I bought the ruby kit for the purpose of upgrading it a la Dave Hottman's bigger cylinders. I manufactured my own cylinders, installed them, and they work well. I have my ruby running quite well, and I have fun with it. It's at the point where I prefer to run it once a day and enjoy watchin 'er run and do a good job, then letting others play with their toys (sometimes I let the newbies run my Ruby -- but others such as Mr. Bowdler beat me to the punch, usually). 

If I weren't so busy building my 1" 0-4-0, club projects (such as a 20' long bridge, etc), I would build my own G'er. But as it is, I'm more attracted to the larger scale right now. 

Mike


----------



## Pauli (Jan 3, 2008)

Perhaps our experiences of different designs from different manufacturers, are very prototypical indeed! 

From what I have understood, reading about 1:1 steam locomotives, the various designs all had their quirky characteristics - and they were often not foreseen by the designers. Every once in a while, some unusually successful design would emerge. But trying to improve those successful designs, often failed. 

Also, I think every livesteamer agrees, getting to know and master your engine is a key part in the satisfaction we get from this hobby.


----------



## steam8hack (Feb 11, 2008)

In all attempts to cleanse those "negative" spirits that bedevil this forum, still there is the a very big elephant in the room no one ever wants to talk about - those pesky agendas. 

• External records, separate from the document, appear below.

/// Output workbook: Accrued check right after Reconciliation, then the
/// Tie-out, before the Journal; each only when it has something to show.
#[test]
fn the_accrued_check_and_tie_out_sheets_come_after_reconciliation_when_there_is_something_to_show()
{
    let dir = tempfile::tempdir().unwrap();
    let target = dir.path().join("out.xlsx");
    let mut r = report();
    r.reconciliation = vec![recon("agrees", Some("0"))];
    r.accrued_check = vec![accrued_check()];
    r.tie_out = Some(vec![tie(
        "ACCRUED-INTEREST-PAYABLE",
        "USD",
        2,
        ["310.00", "310.00", "454.23", "310.00", "454.23"],
        None,
    )]);
    write_report_with(&r, &target, &Limits::default()).unwrap();
    assert_eq!(
        sheet_names(&target),
        vec![
            "Summary",
            "Accruals",
            "Reconciliation",
            "Accrued check",
            "Tie-out",
            "Journal",
            "Problems",
            "Run"
        ]
    );
    let check = rows(&target, "Accrued check");
    assert_eq!(header(&check), super::workbook::ACCRUED_CHECK_HEADER);
    assert_eq!(check[1][7], Data::Float(3285.0));
    assert_eq!(check[1][10], Data::String("under-posted".into()));
    let tie_out = rows(&target, "Tie-out");
    assert_eq!(header(&tie_out), super::workbook::TIE_OUT_HEADER);
    assert_eq!(
        tie_out[1][12],
        Data::Empty,
        "no closing trial balance: blank"
    );
    assert_eq!(tie_out[1][14], Data::String("agrees".into()));

    // No Booked row at the cut-off, no trial balance: neither sheet.
    r.accrued_check.clear();
    r.tie_out = None;
    write_report_with(&r, &target, &Limits::default()).unwrap();
    let names = sheet_names(&target);
    assert!(
        !names.iter().any(|n| n == "Accrued check" || n == "Tie-out"),
        "{names:?}"
    );

    // A trial balance that no account's GL account meets: the sheet and its header.
    r.tie_out = Some(vec![]);
    write_report_with(&r, &target, &Limits::default()).unwrap();
    assert_eq!(
        header(&rows(&target, "Tie-out")),
        super::workbook::TIE_OUT_HEADER
    );
}

/// The Summary says in one line how the Tie-out stands.
#[test]
fn the_summary_says_how_the_tie_out_stands() {
    let dir = tempfile::tempdir().unwrap();
    let target = dir.path().join("out.xlsx");
    let mut r = report();
    let agrees = ["310.00", "310.00", "454.23", "310.00", "454.23"];
    r.tie_out = Some(vec![
        tie("2300", "USD", 2, agrees, None),
        tie("2310", "USD", 2, agrees, Some("454.24")),
        tie("2320", "USD", 2, agrees, None),
    ]);
    write_report_with(&r, &target, &Limits::default()).unwrap();
    let summary = rows(&target, "Summary");
    let line = |label: &str| {
        summary
            .iter()
            .find(|row| row[0] == Data::String(label.into()))
            .map(|row| row[1].clone())
    };
    assert_eq!(
        line("Tie-out"),
        Some(Data::String("3 GL accounts: 1 differs, 2 agree".into()))
    );
    // The counts around it are still labelled and filled in.
    assert_eq!(line("Accounts left out by errors"), Some(Data::Float(0.0)));
    assert_eq!(line("Problems: errors"), Some(Data::Float(0.0)));
    r.tie_out = None;
    write_report_with(&r, &target, &Limits::default()).unwrap();
    assert_eq!(
        rows(&target, "Summary")
            .iter()
            .find(|row| row[0] == Data::String("Tie-out".into())),
        None
    );
}

/// The Accruals' ledger columns, the Accrued check and the Tie-out read
/// back as they were written, over continuation sheets, a blank closing
/// trial balance and a figure written as text.
#[test]
fn ledger_columns_accrued_check_and_tie_out_read_back_as_written() {
    let dir = tempfile::tempdir().unwrap();
    let target = dir.path().join("shard.xlsx");
    let mut r = report();
    r.facts.settings = ["cutoff", "window_start"]
        .iter()
        .map(|name| Setting {
            name: (*name).into(),
            value: "2024-03-31".into(),
            source: SettingSource::Option,
        })
        .collect();
    let mut usd = accrual("A-1", "USD", 2, "136810.00");
    usd.ledger = ledger("HM", "ACCRUED-INTEREST-PAYABLE", "310.00", "454.23");
    let mut kwd = accrual("A-2", "KWD", 3, "-1250.125");
    kwd.ledger = ledger("HM Gulf", "1400", "1.125", "2.250");
    kwd.ledger.opening_source = "Booked row".into();
    let mut jpy = accrual("A-3", "JPY", 0, "5000000");
    jpy.ledger = ledger("HM", "2300", "0", "411");
    jpy.ledger.opening_source = "opens in window".into();
    jpy.ledger.prior_period = dec("0");
    r.accruals = vec![usd, kwd, jpy];
    r.facts.accounts_computed = 3;
    r.facts.accounts_read = 3;
    let mut second = accrued_check();
    second.account = "TD-4".into();
    second.status = Status::Agrees;
    second.likely_cause = String::new();
    r.accrued_check = vec![accrued_check(), second.clone(), second];
    r.tie_out = Some(vec![
        tie(
            "ACCRUED-INTEREST-PAYABLE",
            "USD",
            2,
            ["310.00", "310.00", "454.23", "310.00", "454.23"],
            Some("454.23"),
        ),
        tie("2300", "JPY", 0, ["0", "0", "411", "0", "411"], None),
        tie(
            "2300",
            "USD",
            2,
            ["1000000000000000.55", "0.00", "1.00", "0.00", "1.00"],
            None,
        ),
    ]);
    let limits = Limits {
        rows_per_sheet: 3,
        ..Limits::default()
    };
    let outcome = write_report_with(&r, &target, &limits).unwrap();
    let names: Vec<&str> = outcome.sheets.iter().map(|s| s.name.as_str()).collect();
    assert!(
        names.contains(&"Accrued check 2") && names.contains(&"Tie-out 2"),
        "{names:?}"
    );
    assert!(outcome
        .text_figures
        .iter()
        .any(|t| t.sheet == "Tie-out 2" && t.text == "1,000,000,000,000,000.55"));

    let back = super::readback::read_workbook(&target).unwrap();
    assert_eq!(back.accruals, r.accruals);
    assert_eq!(back.accrued_check, r.accrued_check);
    assert_eq!(back.tie_out, r.tie_out);
    // Amounts come back with the currency's places.
    assert_eq!(back.accruals[1].ledger.booked_opening.to_string(), "1.125");
    assert_eq!(
        back.accruals[0].ledger.settled_in_window.to_string(),
        "310.00"
    );
}

/// A Tie-out status word the writer never writes names its cell.
#[test]
fn a_tie_out_status_the_writer_never_writes_is_refused() {
    let dir = tempfile::tempdir().unwrap();
    let target = dir.path().join("shard.xlsx");
    let mut r = report();
    r.facts.settings = ["cutoff", "window_start"]
        .iter()
        .map(|name| Setting {
            name: (*name).into(),
            value: "2024-03-31".into(),
            source: SettingSource::Option,
        })
        .collect();
    r.tie_out = Some(vec![tie(
        "2300",
        "USD",
        2,
        ["1.00", "1.00", "0.00", "0.00", "1.00"],
        None,
    )]);
    write_report_with(&r, &target, &Limits::default()).unwrap();
    let edited = replace_in_zip(&std::fs::read(&target).unwrap(), "agrees", "ties");
    std::fs::write(&target, edited).unwrap();
    match super::readback::read_workbook(&target).unwrap_err() {
        super::ReportError::NotWritten {
            sheet, cell, found, ..
        } => assert_eq!(
            (sheet.as_str(), cell.as_str(), found.as_str()),
            ("Tie-out", "O2", "ties")
        ),
        other => panic!("{other}"),
    }
}

/// Accruals lines of mixed minor units (so that each sheet's usual format
/// differs), some with a status and term and some taxed.
fn mixed_accruals() -> Vec<AccrualLine> {
    [
        ("USD", 2),
        ("JPY", 0),
        ("JPY", 0),
        ("KWD", 3),
        ("USD", 2),
        ("USD", 2),
        ("JPY", 0),
    ]
    .into_iter()
    .enumerate()
    .map(|(i, (currency, units))| {
        // A long figure early on the first sheet: its column stays that
        // wide when the sheet's later lines come in another part.
        let balance = if i == 1 { "123456789.5" } else { "1000" };
        let mut a = accrual(&format!("A-{i}"), currency, units, balance);
        a.life = Some(LifeLine {
            shown: true,
            status: "open".into(),
            days_since_maturity: None,
            term_start: Some(day(1)),
            maturity: (i % 2 == 0).then(|| day(30)),
        });
        if i % 3 == 0 {
            a.tax = Some(TaxLine {
                withheld: dec("2.40"),
                net_posted: dec("9.60"),
            });
        }
        a
    })
    .collect()
}

/// Write while accruing: a workbook whose Accruals lines come part by part
/// (parts that end inside a sheet and across the row limit) is byte for
/// byte the one written from all of them at once.
#[test]
fn accruals_written_part_by_part_give_the_workbook_written_whole() {
    let dir = tempfile::tempdir().unwrap();
    let limits = Limits {
        rows_per_sheet: 4, // header + 3 lines: Accruals, Accruals 2, Accruals 3
        ..Limits::default()
    };
    let mut r = report();
    r.accruals = mixed_accruals();
    let whole = dir.path().join("whole.xlsx");
    let outcome = write_report_with(&r, &whole, &limits).unwrap();

    let parted = dir.path().join("parted.xlsx");
    let styles = Styles::report();
    let mut plan = AccrualsPlan::new(&limits);
    for a in &r.accruals {
        plan.add(LineShape::of(a));
    }
    let mut writer = Writer::start(&parted, &r.facts, plan, &styles, &limits).unwrap();
    for part in [
        &r.accruals[..2],
        &r.accruals[2..2],
        &r.accruals[2..5],
        &r.accruals[5..],
    ] {
        writer.accruals(part).unwrap();
    }
    let lines = std::mem::take(&mut r.accruals);
    let parted_outcome = writer.finish(&r).unwrap();

    assert_eq!(
        std::fs::read(&whole).unwrap(),
        std::fs::read(&parted).unwrap()
    );
    assert_eq!(outcome.sheets[1..4], parted_outcome.sheets[1..4]);
    let names: Vec<&str> = outcome.sheets.iter().map(|s| s.name.as_str()).collect();
    assert_eq!(names[1..4], ["Accruals", "Accruals 2", "Accruals 3"]);
    // Each sheet's amounts carry the format most of its lines have: JPY's
    // none on the first (USD, JPY, JPY), USD's two on the second (KWD, USD,
    // USD), JPY's none on the third.
    assert_eq!(
        AccrualsPlan::of(&lines, &limits).usual_units(),
        vec![0, 2, 0]
    );
    let accounts: Vec<String> = ["Accruals", "Accruals 2", "Accruals 3"]
        .iter()
        .flat_map(|s| rows(&parted, s).into_iter().skip(1))
        .map(|row| row[0].to_string())
        .collect();
    assert_eq!(
        accounts,
        (0..7).map(|i| format!("A-{i}")).collect::<Vec<_>>()
    );
}

/// Lines that do not fit the layout decided before they came (here the
/// plan counted a taxed line that never came) leave no workbook and say
/// so, for the run to write it again whole.
#[test]
fn accruals_laid_out_for_lines_that_never_came_are_not_written() {
    let dir = tempfile::tempdir().unwrap();
    let target = dir.path().join("out.xlsx");
    let limits = Limits::default();
    let styles = Styles::report();
    let mut r = report();
    let lines = mixed_accruals();
    let plan = AccrualsPlan::of(&lines, &limits);
    let mut writer = Writer::start(&target, &r.facts, plan, &styles, &limits).unwrap();
    let untaxed: Vec<AccrualLine> = lines.into_iter().filter(|a| a.tax.is_none()).collect();
    writer.accruals(&untaxed).unwrap();
    r.facts.accounts_computed = untaxed.len();
    match writer.finish(&r) {
        Err(ReportError::PlanMissed(path)) => assert_eq!(path, target),
        other => panic!("expected the plan to miss, got {other:?}"),
    }
    assert!(!target.exists());
    assert_eq!(std::fs::read_dir(dir.path()).unwrap().count(), 0);
}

Hard to believe! Shocked some may be, or now realize they've been stepped on. Two things agenda pushers have a blind eye to, they always betray themselves repeating their pattern of delivery thread after thread, and pushers think they are clever and no one notices. 

Step out of the moment sometime and reread any previous thrashing thread, the same players are delivering the same stuff. And with so much history there is plenty of elephant dung to shovel. 

Agendas come in lots of disguises: the Trojan Horse; the magician's misdirection; damn with faint praise; anything positive make it suspect; trust me I have nothing to gain; I'm just looking out for...; I'm not knocking _____ ; "...it's not about _____ - it is; etc. 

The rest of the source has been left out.